Enseignements de la filière d’huile de palme indonésienne pour le développement de celle du Ghana

Une équipe internationale de chercheurs a publié, en mai 2022 dans Land Use Policy, une analyse comparée des filières d’huile de palme au Ghana et en Indonésie. Si cette production en Asie du Sud-Est a fait l’objet de nombreux travaux, il n’en est pas de même pour l’Afrique de l’Ouest.

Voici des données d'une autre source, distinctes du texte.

/**
 * The service while its database restarts (an idle pool client receiving
 * 57P01 must not crash the process; answer 503 quickly while the database is down; recover on
 * its own). A cluster of its own, so the shared test database keeps running.
 */
import { spawnSync } from 'node:child_process';
import { mkdtempSync, rmSync } from 'node:fs';
import { tmpdir } from 'node:os';
import { join } from 'node:path';
import { fileURLToPath } from 'node:url';
import request from 'supertest';
import { afterAll, describe, expect, it } from 'vitest';
import { createApp } from '../../server/app';
import { EmbeddedPostgres, freePort } from '../../server/bootstrap/postgres';
import { createDb } from '../../server/db';
import { DEMO_USERS } from '../../server/demo';
import { testMail } from '../support/mail';

const dir = mkdtempSync(join(tmpdir(), 'saltation-restart-'));
let pg: EmbeddedPostgres | undefined;
afterAll(() => {
  pg?.stop();
  rmSync(dir, { recursive: true, force: true });
});

describe('a database restart', () => {
  it('answers 503 fast while PostgreSQL is down and serves again once it is back, without a restart of the service', async () => {
    pg = new EmbeddedPostgres({
      dir,
      port: await freePort(),
      database: 'restart',
      throwaway: true,
      log: () => undefined,
    });
    await pg.start();
    const migrated = spawnSync(process.execPath, ['--import', 'tsx', 'tests/support/migrate.ts'], {
      cwd: fileURLToPath(new URL('../..', import.meta.url)),
      env: { ...process.env, DATABASE_URL: pg.url },
      encoding: 'utf8',
    });
    expect(migrated.status, migrated.stderr).toBe(0);
    const db = createDb(pg.url);
    const mail = await testMail();
    const app = createApp({
      db,
      jwtSecret: 'restart',
      log: () => undefined,
      rateLimitScope: `test-${Math.random().toString(36).slice(2)}:`,
      mailer: mail.mailer,
      appUrl: 'http://app.test',
    });
    const lead = DEMO_USERS[0];
    const { body } = await request(app)
      .post('/api/auth/signin')
      .send({ email: lead.email, password: lead.password });
    const me = () => request(app).get('/api/me').set('Authorization', `Bearer ${body.token}`);
    expect((await me()).status).toBe(200);

    pg.stop(); // the pool's idle connections are terminated (57P01)
    for (let i = 0; i < 3; i++) {
      const started = performance.now();
      const down = await me();
      expect(down.status).toBe(503);
      expect(down.body.error.code).toBe('database-unavailable');
      expect(performance.now() - started).toBeLessThan(6000); // within the pool's acquire time-out
    }
    expect((await request(app).get('/api/health')).body).toEqual({ ok: false, database: 'down' });

    await pg.start();
    let back = 0;
    for (let i = 0; i < 50 && back !== 200; i++) {
      back = (await me()).status;
      if (back !== 200) await new Promise((r) => setTimeout(r, 200));
    }
    expect(back).toBe(200);
    await db.destroy();
    await mail.close();
  }, 120000);
});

La culture du palmier à huile a été introduite en Indonésie au XIXe siècle à partir de semences africaines. Depuis les années 1980, elle a connu un fort développement grâce à la mise à disposition, via un système de concessions à des multinationales, de forêts appartenant à l’État pour être reconverties en plantations. Parallèlement, l’Indonésie a aidé l’installation de petits producteurs en facilitant l’accès à la terre, au crédit, aux intrants et en développant les infrastructures locales. Ces derniers ont été intégrés à la filière agro-industrielle grâce à des contrats souvent négociés par l’intermédiaire de coopératives. Le pays est ainsi devenu le premier producteur et exportateur mondial d’huile de palme, réduisant ainsi sa pauvreté. Des impacts négatifs sont en revanche à déplorer sur les communautés (accaparement de terres) et surtout l’environnement (déforestation, pollution liée à la sur-utilisation d’engrais et pesticides).

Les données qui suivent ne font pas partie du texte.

import request from 'supertest';
import { beforeAll, describe, expect, it } from 'vitest';
import { DEMO_USERS } from '../../server/demo';
import jwt from 'jsonwebtoken';
import { verifyToken } from '../../server/auth/tokens';
import { apiFixture } from '../support/api';
import { uniqueEmail } from '../support/database';

const api = apiFixture();
let app: ReturnType<typeof api.app>;

beforeAll(() => {
  app = api.app();
});

describe('health', () => {
  it('reports the database as up', async () => {
    const res = await request(app).get('/api/health');
    expect(res.status).toBe(200);
    expect(res.body).toEqual({ ok: true, database: 'up' });
  });
});

describe('accounts', () => {
  it('registers, signs in with a bearer token, reads /me, and a sign-out revokes the token', async () => {
    const email = uniqueEmail('reg');
    const reg = await request(app)
      .post('/api/auth/register')
      .send({ email, password: 'long enough pw', name: 'Test Person' });
    expect(reg.status).toBe(201);
    expect(reg.body.user.email).toBe(email);
    expect(reg.body.user).not.toHaveProperty('password_hash');

    const signin = await request(app)
      .post('/api/auth/signin')
      .send({ email: email.toUpperCase(), password: 'long enough pw' });
    expect(signin.status).toBe(200);
    expect(signin.headers['set-cookie']?.[0]).toMatch(
      /saltation_session=.*HttpOnly.*SameSite=Strict/i,
    );
    const token = signin.body.token as string;

    const me = await request(app).get('/api/me').set('Authorization', `Bearer ${token}`);
    expect(me.status).toBe(200);
    expect(me.body.user.email).toBe(email);

    expect(
      (await request(app).post('/api/auth/signout').set('Authorization', `Bearer ${token}`)).status,
    ).toBe(200);
    expect((await request(app).get('/api/me').set('Authorization', `Bearer ${token}`)).status).toBe(
      401,
    );
  });

  it('lists the demo trader’s desk and role from the database', async () => {
    const trader = DEMO_USERS.find((u) => u.role === 'trader')!;
    const signin = await request(app)
      .post('/api/auth/signin')
      .send({ email: trader.email, password: trader.password });
    expect(signin.status).toBe(200);
    const me = await request(app)
      .get('/api/me')
      .set('Authorization', `Bearer ${signin.body.token}`);
    expect(me.body.desks).toEqual([expect.objectContaining({ role: 'trader' })]);
  });

  it('gives the same answer for a wrong password and an unknown e-mail', async () => {
    const trader = DEMO_USERS.find((u) => u.role === 'trader')!;
    const wrong = await request(app)
      .post('/api/auth/signin')
      .send({ email: trader.email, password: 'not it' });
    const unknown = await request(app)
      .post('/api/auth/signin')
      .send({ email: uniqueEmail('nobody'), password: 'not it' });
    expect(wrong.status).toBe(401);
    expect(unknown.status).toBe(401);
    expect(wrong.body).toEqual(unknown.body);
  });

  it('refuses a tampered token, a token signed with "none", and no token at all with 401', async () => {
    const trader = DEMO_USERS.find((u) => u.role === 'trader')!;
    const { body } = await request(app)
      .post('/api/auth/signin')
      .send({ email: trader.email, password: trader.password });
    const [h, p] = (body.token as string).split('.');
    const none = `${Buffer.from(JSON.stringify({ alg: 'none', typ: 'JWT' })).toString('base64url')}.${p}.`;
    for (const t of [`${h}.${p}.AAAA`, none]) {
      expect((await request(app).get('/api/me').set('Authorization', `Bearer ${t}`)).status).toBe(
        401,
      );
    }
    expect((await request(app).get('/api/me')).status).toBe(401);
  });

  it('refuses expired and not-yet-valid tokens, also once a token has been verified and cached', async () => {
    const trader = DEMO_USERS.find((u) => u.role === 'trader')!;
    const { body } = await request(app)
      .post('/api/auth/signin')
      .send({ email: trader.email, password: trader.password });
    const claims = verifyToken('api-test-secret', body.token)!;
    const sub = claims.sub;
    const past = Math.floor(Date.now() / 1000) - 3600;
    const expired = jwt.sign({ ims: Date.now(), exp: past, sub }, 'api-test-secret', {
      algorithm: 'HS256',
    });
    const early = jwt.sign({ ims: Date.now(), sub, nbf: past + 7200 }, 'api-test-secret', {
      algorithm: 'HS256',
      expiresIn: 3600,
    });
    for (const t of [expired, early])
      expect((await request(app).get('/api/me').set('Authorization', `Bearer ${t}`)).status).toBe(
        401,
      );
    // the cached verification of a good token ends with the token's own expiry
    expect(verifyToken('api-test-secret', body.token)).not.toBeNull();
    expect(verifyToken('api-test-secret', body.token, Date.now() + 13 * 3600_000)).toBeNull();
    expect(verifyToken('another-secret', body.token)).toBeNull();
  });

  it('answers bad input with 4xx and a field path, never 500', async () => {
    const bad = await request(app)
      .post('/api/auth/register')
      .send({ email: 'not-an-email', password: 'x', name: '' });
    expect(bad.status).toBe(400);
    expect(bad.body.error.path).toBe('body.email');
    const json = await request(app)
      .post('/api/auth/signin')
      .set('Content-Type', 'application/json')
      .send('{"email":');
    expect(json.status).toBe(400);
    expect(json.body.error.code).toBe('bad-json');
    const big = await request(app)
      .post('/api/auth/signin')
      .set('Content-Type', 'application/json')
      .send(JSON.stringify({ email: 'a'.repeat(2_000_000) }));
    expect(big.status).toBe(413);
    expect((await request(app).get('/api/no-such-route')).status).toBe(404);
  });
});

À l’inverse, l’huile de palme est une production traditionnelle en Afrique de l’Ouest, où de nombreux pays cherchent à reproduire la dynamique indonésienne. Au Ghana, ce sont surtout des petits producteurs qui transforment eux-mêmes, ou via une filière artisanale, leurs fruits. En raison d’une insécurité foncière et d’un accès réduit aux financements, l’intensification de la production reste limitée et les rendements nettement plus faibles qu’en Indonésie (- 60 %). Des plantations et une filière industrielle se sont installées, certains petits producteurs étant intégrés par le biais de contrats souvent déséquilibrés (faible pouvoir de négociation). Dans ces conditions, l’huile de palme est supplantée par le cacao, première culture de rente au Ghana. Plutôt que de transposer les politiques indonésiennes et, avec elles, leurs conséquences environnementales, les auteurs suggèrent de les adapter à l’existant : développer l’accès des petits producteurs aux intrants, aider à moderniser l’outil de transformation, rééquilibrer les relations entre producteurs et agro-industrie.